The last variable that becomes regresor in long term cointegration equation is
CPO (PC) production. The co-efficient co-efficient coefficient of CPO production is
0.15 with a positive sign. The value indicates an increase in CPO exports by 0.15 units
if CPO production increases by 1 unit. The results of this study in accordance with
previous research results are maygirtasari (2015), Pratiwi (2011), Siahaan (2013) and
Radifan 2014). In Radifan (2014), positive interpretations are also obtained on long
term cointegration interpretation.
The estimation results show that this model can explain that VEC is associated
with HEC, HMK, I, K, PE, and PC in the short term of 83% because R2 is worth
0.8392719. The presence of cointegration between VEC and its independent variables
represents short-term balance. It also obtained speed of adjustment of 77%. This
shows that there is an imbalance of 77% in each of the CPO export price, soybean oil
price, inflation, exchange rate, CPO domestic production, and export tax on CPO
exports in the short term in each period.

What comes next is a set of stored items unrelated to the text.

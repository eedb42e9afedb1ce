import type { ErrorRequestHandler, RequestHandler } from 'express';
import { MulterError } from 'multer';
import {
  ForeignKeyConstraintError,
  OptimisticLockError,
  UniqueConstraintError,
  ValidationError as SequelizeValidationError,
} from 'sequelize';
import { ZodError, z } from 'zod';
import type { ErrorCode } from '../../shared/errors';
import { localizeError } from './localize-error';

export class AppError extends Error {
  constructor(
    public code: ErrorCode,
    message: string,
    public status: number,
    public fieldErrors?: Record<string, string[]>,
    public extra?: Record<string, unknown>,
  ) {
    super(message);
  }
}

export const notFound = (what: string) => new AppError('not_found', `${what} was not found`, 404);
export const forbidden = (message = 'Your role may not do this') => new AppError('forbidden', message, 403);

export const routeNotFound: RequestHandler = (req, _res, next) =>
  next(new AppError('not_found', `No API route for ${req.method} ${req.path}`, 404));

function zodFieldErrors(err: ZodError): Record<string, string[]> {
  const out: Record<string, string[]> = {};
  for (const issue of err.issues) {
    const key = issue.path.length ? issue.path.join('.') : '_';
    (out[key] ??= []).push(issue.message);
  }
  return out;
}

// Express 5 forwards rejected promises here: no try/catch in routes.
export const errorHandler: ErrorRequestHandler = (err, req, res, _next) => {
  let status = 500;
  let body: { code: string; message: string; fieldErrors?: Record<string, string[]> } & Record<string, unknown> = {
    code: 'internal',
    message: 'Something went wrong on our side. Try again; if it keeps happening, tell your administrator.',
  };
  if (err instanceof AppError) {
    status = err.status;
    const { i18n: _i18n, ...extra } = err.extra ?? {};
    body = { code: err.code, message: err.message, ...(err.fieldErrors ? { fieldErrors: err.fieldErrors } : {}), ...extra };
  } else if (err instanceof ZodError) {
    status = 400;
    const fieldErrors = zodFieldErrors(err);
    const first = err.issues[0];
    body = {
      code: 'validation_failed',
      message: `Check the highlighted fields: ${first ? `${first.path.join('.') || 'input'}: ${first.message}` : 'invalid input'}`,
      fieldErrors,
    };
  } else if (err instanceof MulterError) {
    status = err.code === 'LIMIT_FILE_SIZE' ? 413 : 400;
    body = {
      code: status === 413 ? 'payload_too_large' : 'validation_failed',
      message: status === 413 ? 'The file is too large. Pick a smaller file or lower the photo resolution.' : err.message,
    };
  } else if (err instanceof UniqueConstraintError) {
    status = 409;
    const fields = Object.keys(err.fields ?? {});
    body = {
      code: 'conflict',
      message: `That ${fields.join(', ') || 'value'} is already in use.`,
      ...(fields.length ? { fieldErrors: Object.fromEntries(fields.map((f) => [f, ['Already in use']])) } : {}),
    };
  } else if (err instanceof ForeignKeyConstraintError) {
    status = 409;
    body = { code: 'conflict', message: 'That record refers to something that does not exist or is still in use.' };
  } else if (err instanceof OptimisticLockError) {
    status = 409;
    body = { code: 'stale_version', message: 'Someone else changed this record. Reload it and try again.' };
  } else if (err instanceof SequelizeValidationError) {
    status = 400;
    body = { code: 'validation_failed', message: err.errors.map((e) => e.message).join('; ') };
  } else if (err?.type === 'entity.parse.failed') {
    status = 400;
    body = { code: 'bad_json', message: 'The request body is not valid JSON.' };
  } else if (err?.type === 'entity.too.large') {
    status = 413;
    body = { code: 'payload_too_large', message: 'The request body is too large.' };
  } else if (typeof err?.status === 'number' && err.status >= 400 && err.status < 500) {
    status = err.status;
    body = { code: 'validation_failed', message: String(err.message ?? 'Bad request') };
  }
  if (status >= 500) req.log?.error({ err }, 'request failed');
  // A reader of another language gets the message in it (the code stays the same).
  const language = (res.locals.user as { language?: string } | undefined)?.language;
  if (language && language !== 'en') body = localizeError(body, language, err instanceof AppError ? err.extra?.i18n : undefined);
  res.status(status).json({ error: body });
};

export { z };
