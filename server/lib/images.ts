// Checks an uploaded file by its content (magic bytes), never by its name or the client's type;
// refuses an image with more pixels than MAX_INPUT_PIXELS before anything is decoded (its size is
// read from the header); then decodes it fully (a truncated image is refused) into a fresh file of
// the same kind with no metadata (camera EXIF, GPS position, comments) and nothing after the image
// end, which is what is stored and shown; and makes a thumbnail from that clean copy.
import { createHash } from 'node:crypto';
import path from 'node:path';
import sharp, { type Metadata, type OutputInfo, type Sharp } from 'sharp';
import { fileTypeFromBuffer } from 'file-type';
import { AppError } from './errors';

export const MAX_UPLOAD_BYTES = 12 * 1024 * 1024;
/**
 * 40 megapixels: above a 12 MP phone photo and a 24 MP camera, below a decompression bomb. Decoding
 * costs about 3 to 4 bytes a pixel, so the worst accepted photo needs some 160 MB for a moment.
 */
export const MAX_INPUT_PIXELS = 40_000_000;

// Decoded pixels are not kept between uploads (each photo is seen once).
sharp.cache(false);

type Encoder = (s: Sharp) => Sharp;
const ACCEPTED: Record<string, { label: string; extensions: string[]; stored: string; encode: Encoder }> = {
  'image/jpeg': { label: 'JPEG photo', extensions: ['.jpg', '.jpeg'], stored: 'image/jpeg', encode: (s) => s.jpeg({ quality: 90 }) },
  'image/png': { label: 'PNG image', extensions: ['.png'], stored: 'image/png', encode: (s) => s.png({ compressionLevel: 8 }) },
  'image/webp': { label: 'WebP image', extensions: ['.webp'], stored: 'image/webp', encode: (s) => s.webp({ quality: 90 }) },
  // Stored as JPEG: browsers outside Safari do not show HEIC.
  'image/heic': { label: 'HEIC photo', extensions: ['.heic', '.heif'], stored: 'image/jpeg', encode: (s) => s.jpeg({ quality: 90 }) },
};
const EXTENSION_OF: Record<string, string> = { 'image/jpeg': '.jpg', 'image/png': '.png', 'image/webp': '.webp' };

export interface InspectedImage {
  /** The clean copy to store: re-encoded, no metadata, nothing after the image. */
  data: Buffer;
  contentType: string;
  /** Extension that matches contentType (the name of a HEIC upload changes to .jpg). */
  extension: string;
  size: number;
  sha256: string;
  width: number;
  height: number;
  thumbnail: Buffer;
}

const refuse = (message: string, status = 415) =>
  new AppError(status === 415 ? 'unsupported_media_type' : 'validation_failed', message, status, { file: [message] });

const decoder = (data: Buffer) => sharp(data, { failOn: 'truncated', limitInputPixels: MAX_INPUT_PIXELS });

export async function inspectImage(data: Buffer, filename: string): Promise<InspectedImage> {
  if (data.length === 0) throw refuse('The file is empty. Pick the photo again.', 400);
  if (data.length > MAX_UPLOAD_BYTES) {
    throw new AppError('payload_too_large', `The file is larger than ${MAX_UPLOAD_BYTES / 1024 / 1024} MB. Pick a smaller photo.`, 413);
  }
  const sniffed = await fileTypeFromBuffer(data);
  const accepted = sniffed && ACCEPTED[sniffed.mime];
  if (!sniffed || !accepted) {
    throw refuse('This file is not a photo Toolgate accepts. Use a JPEG, PNG or WebP image (SVG and documents are not accepted).');
  }
  // Content and name must agree: a PNG called .exe is as suspicious as an .exe called .png.
  const ext = path.extname(filename).toLowerCase();
  if (ext && !accepted.extensions.includes(ext)) {
    throw refuse(`The file is named "${ext}" but its content is a ${accepted.label}. Rename it to ${accepted.extensions[0]} and try again.`);
  }

  // The header only: nothing is decoded yet.
  let declared: Metadata;
  try {
    declared = await sharp(data).metadata();
  } catch {
    throw refuse('The image is damaged or incomplete (perhaps the upload was cut off). Pick the photo again.', 400);
  }
  const pixels = (declared.width ?? 0) * (declared.height ?? 0);
  if (pixels > MAX_INPUT_PIXELS) {
    const message = `The image is ${declared.width} × ${declared.height} pixels; Toolgate takes at most ${MAX_INPUT_PIXELS / 1_000_000} megapixels. Scale it down or lower the camera resolution, then upload it again.`;
    throw new AppError('payload_too_large', message, 413, { file: [message] });
  }

  let clean: { data: Buffer; info: OutputInfo };
  let thumbnail: Buffer;
  try {
    // A full decode into a fresh file: a truncated or corrupt file fails here; EXIF orientation is
    // applied to the pixels, then every piece of metadata is left out (sharp's default).
    clean = await accepted.encode(decoder(data).rotate()).toBuffer({ resolveWithObject: true });
    thumbnail = await decoder(clean.data).resize(360, 360, { fit: 'inside', withoutEnlargement: true }).webp({ quality: 78 }).toBuffer();
  } catch {
    throw refuse('The image is damaged or incomplete (perhaps the upload was cut off). Pick the photo again.', 400);
  }
  return {
    data: clean.data,
    contentType: accepted.stored,
    extension: EXTENSION_OF[accepted.stored],
    size: clean.data.length,
    sha256: createHash('sha256').update(clean.data).digest('hex'),
    width: clean.info.width,
    height: clean.info.height,
    thumbnail,
  };
}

Variable price of soybean oil, exchange rate, export tax and CPO domestic
production, the four independent variables are not directly related to CPO export. This
is caused by the probability value of the five variables are ditas value α 5% (0.05) that
is 0,0517 for the price of soybean oil, 0,0985 for exchange rate, 0,6377 for export tax,
and 0,6791 for domestic production of CPO. To see the value of linkage of four
variables can be seen from the coefficient value where 16,76 for the price of soybean
oil, -4,84 for exchange rate, -16,14 for export tax and 0,007 for CPO domestic
production. The coefficient value of the soybean oil price equation illustrates that in
the short run CPO exports will increase by 16.76 units if the price of soybean oil
increases by 1 unit. The value of the exchange rate coefficient showing the value -
4.84 indicates that in the short run CPO exports will decrease by 4.84 units if the
exchange rate increases by 1 unit. Furthermore, for the export tax variable, where the
coefficient value shows the value of -16.14 which means that in the short term CPO
export will decrease by 16.14 units if there is an increase of export tax of 1 unit. And
the last variable that is not significant is the production of CPO has a coefficient value
of 0.007 which means that in the short term CPO exports in the short term will
increase by 0.007 units if there is an increase in CPO production of 1 unit. In earlier
studies only domestic variables of CPO production have been interpreted in
cointegration in the short run. Interpretation done on the results of research by
Maryana (2011). Interpretation of CPO domestic production (PC) obtained a negative
interpretation. The results of Maryana's interpretation are different from the results of
this study, where the interpretation of domestic CPO production is positive in short-
term cointegration.
The value of the significance of independent variables that are below the value
of α 5% (0.05) is the variable inflation of 0.0335. This indicates that the inflation
variable in the short term is directly related to CPO exports. the coefficient value is
3615.370 indicates that CPO exports will tend to increase by 3615.37 units if inflation
increases by 1 unit. In the previous study, the inflation variable was not an
independent variable or regressor in short-term cointegration. Therefore, there is no
comparison of short-term interpretation of this study with previous research.